I have endometriosis and it took me a long time to actually seek help. I was always told to suck it up. When I did get help, the first doctor did a laparoscopy and didn’t remove any of the endometriosis. She wouldn’t give me an answer when I asked why she didn’t take it out. I went to her a year later for a very large and debilitating ovarian cyst. She told me to take Motrin, did a very rough exam, then left. That’s when I found a different doctor.

This new doctor noticed my pelvic floor dysfunction and wanted to try physical therapy to see if it helped with the pain. She wanted to know how much was muscular and how much was the endo. Physical therapy worked well and my pain was manageable for about a year. Then it came back despite me doing my therapy exercises daily. The doctor did a laparoscopy and removed an ass ton of endometriosis. Apparently some had encased my left ureter and she had to do a separate type of procedure to free it. She even printed me out before and after pics of some of my guts.

The endo pain is gone now, but I have had some more ovarian cysts.
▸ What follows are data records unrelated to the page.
impl Clusters {
    /// The clusters of the rows `sample` keeps, by the values of column
    /// `name` (text or numbers, each distinct value a cluster); refused
    /// when they form a single cluster.
    pub fn of(data: &Dataset, sample: &Sample, name: &str) -> Result<Clusters> {
        let column = data.require(name)?;
        let mut index: std::collections::HashMap<u64, u32> = std::collections::HashMap::new();
        let mut of = Vec::with_capacity(sample.keep.len());
        let mut sizes: Vec<usize> = Vec::new();
        for &i in &sample.keep {
            let key = match column.codes() {
                Some((codes, _)) => u64::from(codes[i]),
                // -0 and 0 are the same cluster.
                None => (column.values[i] + 0.0).to_bits(),
            };
            let next = sizes.len() as u32;
            let c = *index.entry(key).or_insert(next);
            if c == next {
                sizes.push(0);
            }
            sizes[c as usize] += 1;
            of.push(c);
        }
        if sizes.len() < 2 {
            return Err(Error::option(
                Opt::Cluster,
                format!(
                    "'{name}' takes a single value in the {} rows used: cluster-robust standard errors \
                     need at least two clusters",
                    sample.used
                ),
            ));
        }
        Ok(Clusters {
            variable: name.to_string(),
            count: sizes.len(),
            min_size: sizes.iter().copied().min().unwrap_or(0),
            max_size: sizes.iter().copied().max().unwrap_or(0),
            of,
        })
    }

    /// The warning that there are fewer than [`FEW_CLUSTERS`] clusters.
    pub fn few_warning(&self) -> Option<String> {
        (self.count < FEW_CLUSTERS).then(|| {
            format!(
                "only {} clusters in '{}': with fewer than {FEW_CLUSTERS} clusters, cluster-robust \
                 standard errors tend to be too small and intervals too narrow; read them with caution",
                self.count, self.variable
            )
        })
    }
}

/// The rows used when a missing outcome is weighted for
/// ([`Missing::Weight`]): complete in every used column but the outcome.
/// Refused when no outcome is observed; when every outcome is observed a
/// warning says the analysis is that of the complete cases.
fn observed_sample(data: &Dataset, used: &[&str], spec: &Spec, warnings: &mut Vec<String>) -> Result<Sample> {
    let mut sample = data.cases_keeping(used, Some(&spec.outcome))?;
    let y = &spec.outcome;
    let missing = sample.present.iter().filter(|&&o| !o).count();
    if sample.used > 0 && missing == sample.used {
        return Err(Error::input(format!(
            "{}: the outcome '{y}' is missing in every one of the {} rows otherwise complete: there is no \
             observed outcome to weight",
            data.source(),
            sample.used
        )));
    }
    if missing == 0 {
        warnings.push(format!(
            "weighting for a missing outcome was asked for, but no used row misses the outcome '{y}': the \
             analysis is that of the complete cases"
        ));
    } else if sample.dropped > 0 {
        warnings.push(format!(
            "weighting for a missing outcome keeps the {missing} rows missing only '{y}'; the {} rows missing \
             the exposure or a covariate are still dropped (complete cases for those columns)",
            sample.dropped
        ));
    }
    sample.missing.handling = Missing::Weight.word();
    sample.missing.outcome_missing = Some(missing);
    Ok(sample)
}

/// Most levels a subgroup column may have: each level is a stratum with
/// its own rows, contrasts and exposure-by-level products in the outcome
/// model (the cap of a categorical exposure, for the same reason).
pub const MAX_SUBGROUP_LEVELS: usize = crate::data::MAX_EXPOSURE_LEVELS;

/// The levels of an effect modifier over the used rows: the JSON rows'
/// `subgroup` and the heterogeneity test come from these strata.
#[derive(Debug, Clone)]
pub struct Subgroup {
    /// The column.
    pub variable: String,
    /// Level labels in code order.
    pub levels: Vec<String>,
    /// Each used row's level code.
    pub of: Vec<u32>,
    /// Rows per level.
    pub sizes: Vec<usize>,
    /// The frame column whose indicators enter both models.
    pub column: usize,
}

impl Subgroup {
    /// The modifier's column of `frame` (binary or categorical), checked:
    /// at least two levels, at most [`MAX_SUBGROUP_LEVELS`], and in every
    /// level at least two rows in each exposure group (binary or
    /// categorical exposure) and more rows than the outcome model has
    /// terms.
    fn of(frame: &Frame, spec: &Spec, column: usize, exposure: usize, terms: usize) -> Result<Subgroup> {
        let name = spec.subgroup.clone().unwrap_or_default();
        let levels: Vec<String> = match frame.kind(column) {
            Kind::Binary { low, high } => vec![low.clone(), high.clone()],
            Kind::Categorical { levels } => levels.clone(),
            Kind::Numeric => {
                // A single value is coded numeric.
                let v = frame.col(column);
                vec![short_number(v.first().copied().unwrap_or(0.0))]
            }
        };
        let n = frame.nrows();
        if levels.len() < 2 || frame.kind(column) == &Kind::Numeric {
            return Err(Error::option(
                Opt::Subgroup,
                format!(
                    "'{name}' takes a single value ('{}') in the {n} complete rows: subgroups need at least two levels",
                    levels[0]
                ),
            ));
        }
        if levels.len() > MAX_SUBGROUP_LEVELS {
            return Err(Error::option(
                Opt::Subgroup,
                format!(
                    "'{name}' has {} levels in the {n} complete rows; a subgroup column may have at most {MAX_SUBGROUP_LEVELS} (each level is a stratum with its own contrasts and model products): group its values into fewer levels",
                    levels.len()
                ),
            ));
        }
        let of: Vec<u32> = frame.col(column).iter().map(|&v| v as u32).collect();
        let mut sizes = vec![0usize; levels.len()];
        for &s in &of {
            sizes[s as usize] += 1;
        }
        let groups: Vec<String> = match frame.kind(exposure) {
            Kind::Binary { .. } => vec!["unexposed rows".into(), "exposed rows".into()],
            Kind::Categorical { levels } => levels
                .iter()
                .map(|l| format!("rows at exposure level '{l}'"))
                .collect(),
            Kind::Numeric => Vec::new(),
        };
        for (s, level) in levels.iter().enumerate() {
            let rows = sizes[s];
            if !groups.is_empty() {
                let mut count = vec![0usize; groups.len()];
                for (i, &a) in frame.col(exposure).iter().enumerate() {
                    if of[i] as usize == s {
                        count[a as usize] += 1;
                    }
                }
                for (k, group) in count.iter().zip(&groups).rev() {
                    if *k < 2 {
                        return Err(Error::option(
                            Opt::Subgroup,
                            format!(
                                "level '{level}' of '{name}' has {k} {group} among its {rows} complete rows: each subgroup needs at least 2 rows in every exposure group for an effect with a standard error; merge this level with another or leave the subgroups out"
                            ),
                        ));
                    }
                }
            }
            if rows <= terms {
                return Err(Error::option(
                    Opt::Subgroup,
                    format!(
                        "level '{level}' of '{name}' has only {rows} complete rows for the {terms} terms of the outcome model: too few for an effect within it; merge this level with another or leave the subgroups out"
                    ),
                ));
            }
        }
        Ok(Subgroup {
            variable: name,
            levels,
            of,
            sizes,
            column,
        })
    }
}

/// Doses on the default dose-response grid (common practice, no source).
pub const CURVE_POINTS: usize = 9;

/// Most doses a curve may be asked for: each keeps a per-row influence
/// function (and, in a bootstrap, a column of replicates), so the count
/// bounds memory at this many times the rows.
pub const MAX_CURVE_POINTS: usize = 100;

impl Default for Spec {
    fn default() -> Self {
        Spec {
            exposure: String::new(),
            outcome: String::new(),
            covariates: Vec::new(),
            mediators: Vec::new(),
            categorical: Vec::new(),
            shape: Shape::Linear,
            interact: Vec::new(),
            estimand: Estimand::Ate,
            scale: Scale::Difference,
            trim: None,
            level: 0.95,
            contrast: None,
            at: None,
            exposed: None,
            reference: None,
            cluster: None,
            weights: None,
            missing: Missing::Complete,
            imputations: DEFAULT_IMPUTATIONS,
            subgroup: None,
            time: None,
            event: None,
            horizon: None,
            period: None,
            censoring_weights: false,
        }
    }
}

/// A prepared problem; every method reads it, none changes it.
#[derive(Debug, Clone)]
pub struct Problem {
    /// The specification.
    pub spec: Spec,
    /// Rows used and dropped.
    pub sample: Sample,
    /// Analysis columns over the used rows.
    pub frame: Frame,
    /// Frame column of the outcome (0/1 when binary).
    pub outcome: usize,
    /// Frame column of the exposure (0/1 when binary).
    pub exposure: usize,
    /// Which value of a two-valued exposure is coded 1, and why.
    pub exposure_coding: Option<ExposureCoding>,
    /// Binary, categorical (levels) or continuous.
    pub kind: ExposureKind,
    /// The doses of the dose-response curve (continuous exposure only).
    pub curve: Vec<f64>,
    /// Frame columns of the adjustment set.
    pub covariates: Vec<usize>,
    /// Frame columns of the front-door mediators.
    pub mediators: Vec<usize>,
    /// Propensity design: intercept and adjustment terms.
    pub propensity: Design,
    /// Outcome design: intercept, exposure, adjustment terms, products.
    pub outcome_design: Design,
    /// Outcome design without the products (for sensitivity analysis).
    pub adjusted: Design,
    /// Warnings raised while preparing (dropped rows, aliased terms).
    pub warnings: Vec<String>,
    /// The clusters of the used rows (`None`: rows are independent).
    pub clusters: Option<Clusters>,
    /// The sampling weights of the used rows (`None`: equal weights).
    pub weights: Option<Weights>,
    /// Under [`Missing::Weight`] with some outcomes missing: 1 where the
    /// used row's outcome is observed, 0 where it is missing (its outcome
    /// value is then a placeholder, 0, that a zero weight keeps out of
    /// every sum); `None`: every used row's outcome is observed.
    pub observed: Option<Vec<f64>>,
    /// The levels of the effect modifier (`None`: no subgroups).
    pub subgroup: Option<Subgroup>,
    /// The stratum every average is restricted to (a level code of
    /// `subgroup`; `None`: every used row). Set by [`Problem::within`]
    /// only; the models are always those of the whole sample.
    pub stratum: Option<usize>,
    /// The follow-up of a time-to-event outcome (`None`: not one).
    pub survival: Option<crate::survival::Survival>,
    /// The propensity design's rows, kept when they fit in memory.
    propensity_store: Option<Store>,
    /// The outcome design's rows (exposure as observed), likewise.
    outcome_store: Option<Store>,
}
I just started a different type of birth control to see if this one stops menstruation and ovulation. My last one didn’t stop ovulation, which is why I got cysts.

Anyway, being taken seriously as a woman for health issues, even by women doctors, is so hard. I got lucky and live close to one of the best endometriosis specialists in the US. If I didn’t live where I do, I might not have found a doctor who takes me seriously. I have a friend who is permanently disabled because a doctor treated her endometriosis with a medication that is known to absolutely wreck people. My friend wasn’t informed of the risks and trusted the doctor. It took her 4 more doctors before she was able to get her endometriosis treated properly.

It’s a shame women aren’t taken seriously.